_Exercise prompt_: Go through the records below and write each one out again unchanged.

[[ Provided entries, beginning ]]

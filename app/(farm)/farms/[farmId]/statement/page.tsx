import type { Metadata } from "next";
import { notFound } from "next/navigation";
import { getFarm } from "@/db/farms";
import { StatementView } from "@/components/statement/statement-view";
import { requireFarmPage } from "@/lib/auth/session";

export const metadata: Metadata = { title: "Season statement" };

export default async function StatementPage({ params }: { params: Promise<{ farmId: string }> }) {
  const { farmId } = await params;
  const { user } = await requireFarmPage(farmId, "readStatement");
  const farm = await getFarm(farmId);
  if (!farm) notFound();
  return <StatementView farmId={farmId} initialUnits={user.unitSystem} />;
}
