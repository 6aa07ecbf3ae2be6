import type { ReactNode } from "react";
import { requireFarmPage } from "@/lib/auth/session";

// The role check sits in the layout, outside this segment's loading boundary, so a refusal is a real 403.
export default async function StatementLayout({ children, params }: { children: ReactNode; params: Promise<{ farmId: string }> }) {
  const { farmId } = await params;
  await requireFarmPage(farmId, "readStatement");
  return children;
}
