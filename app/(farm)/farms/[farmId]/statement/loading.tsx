export default function Loading() {
  return <p className="text-ink/75">Adding up the season…</p>;
}
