/** The latest stored day and the recent mean ETo of each of a farm's fields, for outlooks and the plan. */
export async function latestDaysOfFarm(
  farmId: string,
  recentDays: number,
  conn: Knex = db,
): Promise<Map<string, { date: string; depletionEndMm: number; plantingId: string | null; recentEtoMm: number[] }>> {
  const res = await conn.raw<{ rows: { field_id: string; date: string; depletion_end_mm: number; planting_id: string | null; recent: number[] }[] }>(
    `select f.id as field_id, a.date, a.depletion_end_mm, a.planting_id, r.recent
       from fields f
       join lateral (select date, depletion_end_mm, planting_id from account_days where field_id = f.id order by date desc limit 1) a on true
       join lateral (select array_agg(eto_mm order by date) as recent from account_days
                      where field_id = f.id and date > a.date - ?::int and eto_mm is not null) r on true
      where f.farm_id = ? and f.archived_at is null`,
    [recentDays, farmId],
  );
  const out = new Map<string, { date: string; depletionEndMm: number; plantingId: string | null; recentEtoMm: number[] }>();
  for (const r of res.rows) {
    out.set(r.field_id, {
      date: String(r.date),
      depletionEndMm: Number(r.depletion_end_mm),
      plantingId: r.planting_id,
      recentEtoMm: (r.recent ?? []).map(Number),
    });
  }
  return out;
}

/** One field on the farm map. */
export interface FieldStatusRow {
  id: string;
  name: string;
  dirtyFrom: string | null;
  lastDate: string | null;
  depletionMm: number | null;
  tawMm: number | null;
  rawMm: number | null;
  mad: number | null;
  /** mean crop ET of the last seven stored days, mm/day */
  recentEtcMm: number | null;
}

/**
 * Every live field of a farm with its latest stored day and the mean crop ET of its last seven stored
 * days, from account_latest (one row per field, kept by the recompute's rewrite).
 */
export async function farmStatusRows(farmId: string, conn: Knex = db): Promise<FieldStatusRow[]> {
  const res = await conn.raw<{ rows: Row[] }>(
    `select f.id, f.name, f.account_dirty_from, l.date, l.depletion_end_mm, l.taw_mm, l.raw_mm, p.mad, l.recent_etc_mm as etc
       from fields f
       left join account_latest l on l.field_id = f.id
       left join plantings p on p.id = l.planting_id
      where f.farm_id = ? and f.archived_at is null
      order by f.name`,
    [farmId],
  );
  return res.rows.map((r) => ({
    id: String(r.id),
    name: String(r.name),
    dirtyFrom: (r.account_dirty_from as string | null) ?? null,
    lastDate: (r.date as string | null) ?? null,
    depletionMm: n(r.depletion_end_mm),
    tawMm: n(r.taw_mm),
    rawMm: n(r.raw_mm),
    mad: n(r.mad),
    recentEtcMm: n(r.etc),
  }));
}
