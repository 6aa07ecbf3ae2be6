import type { Metadata } from "next";
import { redirect } from "next/navigation";
import { Suspense } from "react";
import { currentUser } from "@/lib/auth/session";
import { SignInForm } from "@/components/auth/sign-in-form";

export const metadata: Metadata = { title: "Sign in" };

export default async function SignInPage() {
  if (await currentUser()) redirect("/");
  return (
    <>
      <h1 className="mb-4 text-xl font-bold">Sign in</h1>
      <Suspense>
        <SignInForm />
      </Suspense>
    </>
  );
}
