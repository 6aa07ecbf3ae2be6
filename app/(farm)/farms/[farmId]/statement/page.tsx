import type { Metadata } from "next";
import { notFound } from "next/navigation";
import { getFarm } from "@/db/farms";
import { StatementView } from "@/components/statement/statement-view";
import { can } from "@/lib/auth/roles";
import { requireFarmPage } from "@/lib/auth/session";
import { statementQuerySchema } from "@/lib/validation/statement";

export const metadata: Metadata = { title: "Season statement" };

export default async function StatementPage({
  params,
  searchParams,
}: {
  params: Promise<{ farmId: string }>;
  searchParams: Promise<Record<string, string | string[] | undefined>>;
}) {
  const { farmId } = await params;
  // A shared link opens the same choice; a garbled one opens the current water year.
  const query = statementQuerySchema.safeParse(await searchParams);
  const { fieldId, waterYear, season } = query.success ? query.data : {};
  const { user, role } = await requireFarmPage(farmId, "readStatement");
  const farm = await getFarm(farmId);
  if (!farm) notFound();
  return (
    <StatementView
      farmId={farmId}
      initialUnits={user.unitSystem}
      initialChoice={{ fieldId, waterYear, season }}
      canEditYield={can(role, "editAgronomy")}
    />
  );
}
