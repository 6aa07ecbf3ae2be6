import { db } from "@/db/knex";

export const dynamic = "force-dynamic";

// GET /api/health — the app answers and its database is reachable
export async function GET(): Promise<Response> {
  try {
    await db.raw("select 1");
    return Response.json({ ok: true, database: "up" });
  } catch {
    return Response.json({ ok: false, database: "down" }, { status: 503 });
  }
}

[[ Provided entries, end ]]

_Exercise output_:
filename app/(farm)/farms/[farmId]/statement/page.tsx
import type { Metadata } from "next";
import { notFound } from "next/navigation";
import { getFarm } from "@/db/farms";
import { StatementView } from "@/components/statement/statement-view";
import { requireFarmPage } from "@/lib/auth/session";

export const metadata: Metadata = { title: "Season statement" };

export default async function StatementPage({ params }: { params: Promise<{ farmId: string }> }) {
  const { farmId } = await params;
  const { user } = await requireFarmPage(farmId, "readStatement");
  const farm = await getFarm(farmId);
  if (!farm) notFound();
  return <StatementView farmId={farmId} initialUnits={user.unitSystem} />;
}
repository 6aa07ecbf3ae2be6
import type { ReactNode } from "react";
import { requireFarmPage } from "@/lib/auth/session";

// The role check sits in the layout, outside this segment's loading boundary, so a refusal is a real 403.
export default async function StatementLayout({ children, params }: { children: ReactNode; params: Promise<{ farmId: string }> }) {
  const { farmId } = await params;
  await requireFarmPage(farmId, "readStatement");
  return children;
}
filename app/(farm)/farms/[farmId]/statement/loading.tsx
export default function Loading() {
  return <p className="text-ink/75">Adding up the season…</p>;
}
/** The latest stored day and the recent mean ETo of each of a farm's fields, for outlooks and the plan. */
export async function latestDaysOfFarm(
  farmId: string,
  recentDays: number,
  conn: Knex = db,
): Promise<Map<string, { date: string; depletionEndMm: number; plantingId: string | null; recentEtoMm: number[] }>> {
  const res = await conn.raw<{ rows: { field_id: string; date: string; depletion_end_mm: number; planting_id: string | null; recent: number[] }[] }>(
    `select f.id as field_id, a.date, a.depletion_end_mm, a.planting_id, r.recent
       from fields f
       join lateral (select date, depletion_end_mm, planting_id from account_days where field_id = f.id order by date desc limit 1) a on true
       join lateral (select array_agg(eto_mm order by date) as recent from account_days
                      where field_id = f.id and date > a.date - ?::int and eto_mm is not null) r on true
      where f.farm_id = ? and f.archived_at is null`,
    [recentDays, farmId],
  );
  const out = new Map<string, { date: string; depletionEndMm: number; plantingId: string | null; recentEtoMm: number[] }>();
  for (const r of res.rows) {
    out.set(r.field_id, {
      date: String(r.date),
      depletionEndMm: Number(r.depletion_end_mm),
      plantingId: r.planting_id,
      recentEtoMm: (r.recent ?? []).map(Number),
    });
  }
  return out;
}

/** One field on the farm map. */
export interface FieldStatusRow {
  id: string;
  name: string;
  dirtyFrom: string | null;
  lastDate: string | null;
  depletionMm: number | null;
  tawMm: number | null;
  rawMm: number | null;
  mad: number | null;
  /** mean crop ET of the last seven stored days, mm/day */
  recentEtcMm: number | null;
}

/**
 * Every live field of a farm with its latest stored day and the mean crop ET of its last seven stored
 * days, from account_latest (one row per field, kept by the recompute's rewrite).
 */
export async function farmStatusRows(farmId: string, conn: Knex = db): Promise<FieldStatusRow[]> {
  const res = await conn.raw<{ rows: Row[] }>(
    `select f.id, f.name, f.account_dirty_from, l.date, l.depletion_end_mm, l.taw_mm, l.raw_mm, p.mad, l.recent_etc_mm as etc
       from fields f
       left join account_latest l on l.field_id = f.id
       left join plantings p on p.id = l.planting_id
      where f.farm_id = ? and f.archived_at is null
      order by f.name`,
    [farmId],
  );
  return res.rows.map((r) => ({
    id: String(r.id),
    name: String(r.name),
    dirtyFrom: (r.account_dirty_from as string | null) ?? null,
    lastDate: (r.date as string | null) ?? null,
    depletionMm: n(r.depletion_end_mm),
    tawMm: n(r.taw_mm),
    rawMm: n(r.raw_mm),
    mad: n(r.mad),
    recentEtcMm: n(r.etc),
  }));
}
repository 6aa07ecbf3ae2be6
import type { Metadata } from "next";
import { redirect } from "next/navigation";
import { Suspense } from "react";
import { currentUser } from "@/lib/auth/session";
import { SignInForm } from "@/components/auth/sign-in-form";

export const metadata: Metadata = { title: "Sign in" };

export default async function SignInPage() {
  if (await currentUser()) redirect("/");
  return (
    <>
      <h1 className="mb-4 text-xl font-bold">Sign in</h1>
      <Suspense>
        <SignInForm />
      </Suspense>
    </>
  );
}
repository 6aa07ecbf3ae2be6
filename app/(farm)/farms/[farmId]/statement/page.tsx
import type { Metadata } from "next";
import { notFound } from "next/navigation";
import { getFarm } from "@/db/farms";
import { StatementView } from "@/components/statement/statement-view";
import { can } from "@/lib/auth/roles";
import { requireFarmPage } from "@/lib/auth/session";
import { statementQuerySchema } from "@/lib/validation/statement";

export const metadata: Metadata = { title: "Season statement" };

export default async function StatementPage({
  params,
  searchParams,
}: {
  params: Promise<{ farmId: string }>;
  searchParams: Promise<Record<string, string | string[] | undefined>>;
}) {
  const { farmId } = await params;
  // A shared link opens the same choice; a garbled one opens the current water year.
  const query = statementQuerySchema.safeParse(await searchParams);
  const { fieldId, waterYear, season } = query.success ? query.data : {};
  const { user, role } = await requireFarmPage(farmId, "readStatement");
  const farm = await getFarm(farmId);
  if (!farm) notFound();
  return (
    <StatementView
      farmId={farmId}
      initialUnits={user.unitSystem}
      initialChoice={{ fieldId, waterYear, season }}
      canEditYield={can(role, "editAgronomy")}
    />
  );
}
repository 6aa07ecbf3ae2be6
import { db } from "@/db/knex";

export const dynamic = "force-dynamic";

// GET /api/health — the app answers and its database is reachable
export async function GET(): Promise<Response> {
  try {
    await db.raw("select 1");
    return Response.json({ ok: true, database: "up" });
  } catch {
    return Response.json({ ok: false, database: "down" }, { status: 503 });
  }
}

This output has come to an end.